Five Reasons That Could Affect Your Overall Credit Score

Any time we want to apply for a personal loan, the first thing that lenders check is your credit score which is considered the main eligibility factor. We know how important a credit score is and it is pretty normal to notice a slight drop in your score when checking it. But if you see a decline of more than 10 to 15 points, you should immediately check why.

In this article, you will understand what is a credit score? and why it might be affected.

What is a Credit Score?

A credit score is generated based on your credit history. It is a 3-digit number ranging from 300 to 900, where 900 is the highest and 300 is the lowest. It indicates your overall creditworthiness and the ability to repay your debts without defaulting. It acts as a snapshot of your overall credit history.

If you have a credit score above 750, you can quickly get a personal loan approved at comparatively lower interest rates, and you will have to pay high-interest rates when you have a poor score. If you are wondering how to check your credit score, you can easily do so by using Buddy Score to know your creditworthiness instantly.

 Five Reasons That Could Affect Your Overall Credit Score

  • Errors in your Credit Report

Your credit report can have errors when not updated regularly. Because of this, your credit score will reduce.

As a solution, you must constantly review your credit report once a year without fail and check if your personal information and the accounts are correct. If you find any error, report it immediately to your respective credit bureau either by mail or phone. After removing the mistakes, your credit score will gradually improve.

  • Missed payments

Your payment history plays a significant role in your credit score, and it accounts for 35% of your FICO score. Therefore, if you have failed to make payments on time or missed a payment, your credit score will drastically reduce.

As a solution, you can set reminders to make payments on time. You can also start repaying all your past debts to increase your credit score.

  • Increased utilization of your credit

When you use your credit to make large purchases, your credit utilization ratio increases. As a result, your credit score will be affected negatively. The credit utilization ratio accounts for 30% of your FICO score.

As a solution, utilize the credit below 30% of your income.

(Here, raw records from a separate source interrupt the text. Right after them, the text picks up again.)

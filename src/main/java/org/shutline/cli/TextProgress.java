package org.shutline.cli;

import java.io.PrintWriter;
import org.shutline.model.Progress;

/** A {@link Progress} for the command line: prints each task's name and size on one line; never cancelled. */
final class TextProgress implements Progress {
    private final PrintWriter err;

    TextProgress(PrintWriter err) {
        this.err = err;
    }

    @Override
    public void begin(String task, long total) {
        err.println(total > 0 ? task + " (" + total + ")" : task);
        err.flush();
    }

    @Override
    public void done(long units) {
        // one line per task is enough for the command line
    }

    @Override
    public boolean isCancelled() {
        return false;
    }
}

The lower your credit utilization ratio, the higher your credit score.

  • Decrease in your credit limit

If the lender reduces your credit limit, it might increase your credit utilization, ultimately reducing your credit score. 

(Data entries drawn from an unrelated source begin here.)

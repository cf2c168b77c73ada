package org.shutline.cli;

import com.fasterxml.jackson.databind.ObjectMapper;
import com.fasterxml.jackson.databind.SerializationFeature;
import com.fasterxml.jackson.databind.node.ArrayNode;
import com.fasterxml.jackson.databind.node.ObjectNode;
import java.util.ArrayList;
import java.util.Comparator;
import java.util.LinkedHashMap;
import java.util.List;
import java.util.Locale;
import java.util.Map;
import java.util.TreeMap;
import org.shutline.model.ContextLayer;
import org.shutline.model.Finding;
import org.shutline.model.Main;
import org.shutline.model.Network;
import org.shutline.model.Service;
import org.shutline.model.Severity;
import org.shutline.model.Words;

/**
 * The result of {@code shutline check} for one network: feature counts per layer (the
 * six network layers, then context layers, in input order), mains, services and
 * meters per pressure system (sorted by system id; a system named only by services
 * is listed too), and the findings. Text form: findings grouped by code, groups in
 * order of falling severity then code, with the first {@value #EXAMPLES} of each group.
 * JSON form: see docs/cli.md.
 */
public final class CheckReport {
    static final int EXAMPLES = 5;

    /** Per-system counts. */
    public record SystemCounts(int mains, int services, long meters) {}

    private final String source;
    private final String crs;
    private final Map<String, Integer> layers;
    private final Map<String, SystemCounts> systems;
    private final List<Finding> findings;

    private CheckReport(String source, String crs, Map<String, Integer> layers, Map<String, SystemCounts> systems,
                        List<Finding> findings) {
        this.source = source;
        this.crs = crs;
        this.layers = layers;
        this.systems = systems;
        this.findings = List.copyOf(findings);
    }

    /** Counts from {@code network}; {@code findings} are all findings (read and topology). */
    public static CheckReport of(Network network, List<Finding> findings) {
        Map<String, Integer> layers = new LinkedHashMap<>();
        layers.put("mains", network.mains().size());
        layers.put("valves", network.valves().size());
        layers.put("stations", network.stations().size());
        layers.put("sense_taps", network.taps().size());
        layers.put("services", network.services().size());
        layers.put("sources", network.sources().size());
        for (ContextLayer c : network.context()) layers.put(c.name(), c.items().size());
        Map<String, int[]> mains = new TreeMap<>();
        Map<String, long[]> svc = new TreeMap<>();
        for (Main m : network.mains()) mains.computeIfAbsent(key(m.systemId()), k -> new int[1])[0]++;
        for (Service s : network.services()) {
            long[] c = svc.computeIfAbsent(key(s.systemId()), k -> new long[2]);
            c[0]++;
            c[1] += s.meters();
        }
        Map<String, SystemCounts> systems = new TreeMap<>();
        for (String id : mains.keySet()) systems.put(id, null);
        for (String id : svc.keySet()) systems.put(id, null);
        for (String id : systems.keySet()) {
            int[] m = mains.getOrDefault(id, new int[1]);
            long[] s = svc.getOrDefault(id, new long[2]);
            systems.put(id, new SystemCounts(m[0], (int) s[0], s[1]));
        }
        String crs = network.crs().name() + (network.crs().epsg() > 0 ? " (EPSG:" + network.crs().epsg() + ")" : "")
            + ", " + network.crs().unit().symbol();
        return new CheckReport(network.sourceName(), crs, layers, systems, findings);
    }

    private static String key(String systemId) {
        return systemId == null || systemId.isBlank() ? "(none)" : systemId;
    }

    public Map<String, Integer> layers() {
        return java.util.Collections.unmodifiableMap(layers);
    }

    public Map<String, SystemCounts> systems() {
        return java.util.Collections.unmodifiableMap(systems);
    }

    public List<Finding> findings() {
        return findings;
    }

    /** True when a finding is of severity ERROR or above. */
    public boolean hasErrors() {
        return findings.stream().anyMatch(f -> f.severity().compareTo(Severity.ERROR) >= 0);
    }

    /** The exit code of {@code check}: 1 with errors, else 0. */
    public int exitCode() {
        return hasErrors() ? 1 : 0;
    }

    /** Findings grouped by code: groups by falling severity (the group's highest), then code. */
    List<List<Finding>> groups() {
        Map<String, List<Finding>> by = new TreeMap<>();
        for (Finding f : findings) by.computeIfAbsent(f.code(), k -> new ArrayList<>()).add(f);
        List<List<Finding>> g = new ArrayList<>(by.values());
        g.sort(Comparator.comparing((List<Finding> l) -> l.stream().map(Finding::severity)
            .max(Comparator.naturalOrder()).orElseThrow()).reversed()
            .thenComparing(l -> l.get(0).code()));
        return g;
    }

    public String toText() {
        StringBuilder b = new StringBuilder();
        b.append("Network: ").append(source).append('\n').append("CRS: ").append(crs).append("\n\n");
        b.append("Layers\n");
        layers.forEach((k, v) -> b.append(String.format(Locale.ROOT, "  %-14s %9d%n", k, v)));
        b.append(String.format(Locale.ROOT, "%nSystems          %9s %9s %9s%n", "mains", "services", "meters"));
        systems.forEach((k, v) -> b.append(String.format(Locale.ROOT, "  %-14s %9d %9d %9d%n", k, v.mains(),
            v.services(), v.meters())));
        int[] bySeverity = new int[Severity.values().length];
        for (Finding f : findings) bySeverity[f.severity().ordinal()]++;
        b.append(String.format(Locale.ROOT, "%nFindings: %d (%d critical, %d errors, %d warnings, %d notes)%n",
            findings.size(), bySeverity[3], bySeverity[2], bySeverity[1], bySeverity[0]));
        for (List<Finding> g : groups()) {
            b.append(String.format(Locale.ROOT, "%n  %s  %s  (%d)%n", g.get(0).code(),
                Words.word(g.get(0).severity()).toUpperCase(Locale.ROOT), g.size()));
            for (int i = 0; i < Math.min(EXAMPLES, g.size()); i++) b.append("    ").append(line(g.get(i))).append('\n');
            if (g.size() > EXAMPLES) b.append("    ... and ").append(g.size() - EXAMPLES).append(" more\n");
        }
        b.append('\n').append(hasErrors() ? "Result: errors found (exit 1)" : "Result: no errors (exit 0)").append('\n');
        return b.toString();
    }

    private static String line(Finding f) {
        StringBuilder b = new StringBuilder();
        if (!f.features().isEmpty()) b.append(String.join(", ", f.features())).append(": ");
        b.append(f.message());
        if (f.hasLocation()) b.append(String.format(Locale.ROOT, " (at %.1f, %.1f)", f.x(), f.y()));
        return b.toString();
    }

    public String toJson() {
        ObjectMapper om = new ObjectMapper().enable(SerializationFeature.INDENT_OUTPUT);
        ObjectNode root = om.createObjectNode();
        root.put("network", source);
        root.put("crs", crs);
        ObjectNode l = root.putObject("layers");
        layers.forEach(l::put);
        ObjectNode s = root.putObject("systems");
        systems.forEach((k, v) -> s.putObject(k).put("mains", v.mains()).put("services", v.services())
            .put("meters", v.meters()));
        ArrayNode fs = root.putArray("findings");
        for (Finding f : findings) {
            ObjectNode o = fs.addObject();
            o.put("code", f.code());
            o.put("severity", Words.word(f.severity()));
            ArrayNode ids = o.putArray("features");
            f.features().forEach(ids::add);
            if (f.hasLocation()) {
                o.put("x", f.x());
                o.put("y", f.y());
            } else {
                o.putNull("x");
                o.putNull("y");
            }
            o.put("message", f.message());
            o.put("layer", f.layer());
        }
        root.put("errors", hasErrors());
        try {
            return om.writeValueAsString(root) + "\n";
        } catch (com.fasterxml.jackson.core.JsonProcessingException e) {
            throw new IllegalStateException("JSON tree could not be written", e);
        }
    }
}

As a solution, you can ask your lender to increase your credit limit to reduce your utilization of credit in such a situation. If this does not work, you might have to pay down your current balance.

  • Applying for multiple credit loans

Each time you apply for new credit, the lender performs a hard credit inquiry to know your creditworthiness and ability to repay the due on time. According to the FICO score, each hard credit inquiry will decrease your credit score up to 5 points for a year. Therefore, applying for multiple credit loans for an extended period can drop your credit score.

The only solution to this problem is to apply for a loan only when you need it.


When applying for a personal loan, the lender considers the credit score a primary deciding factor before lending you the money. With a good score above 750, you can get an instant personal loan at a competitively lower interest rate. It is also essential to check your credit report regularly to ensure that it does not have any errors, and doing so will boost your credit score significantly. 

Thus, the above reasons would have given you insight into why your credit score might drop. Making timely payments, clearing your past debts, and keeping your credit utilization under a limit can help you improve your credit score.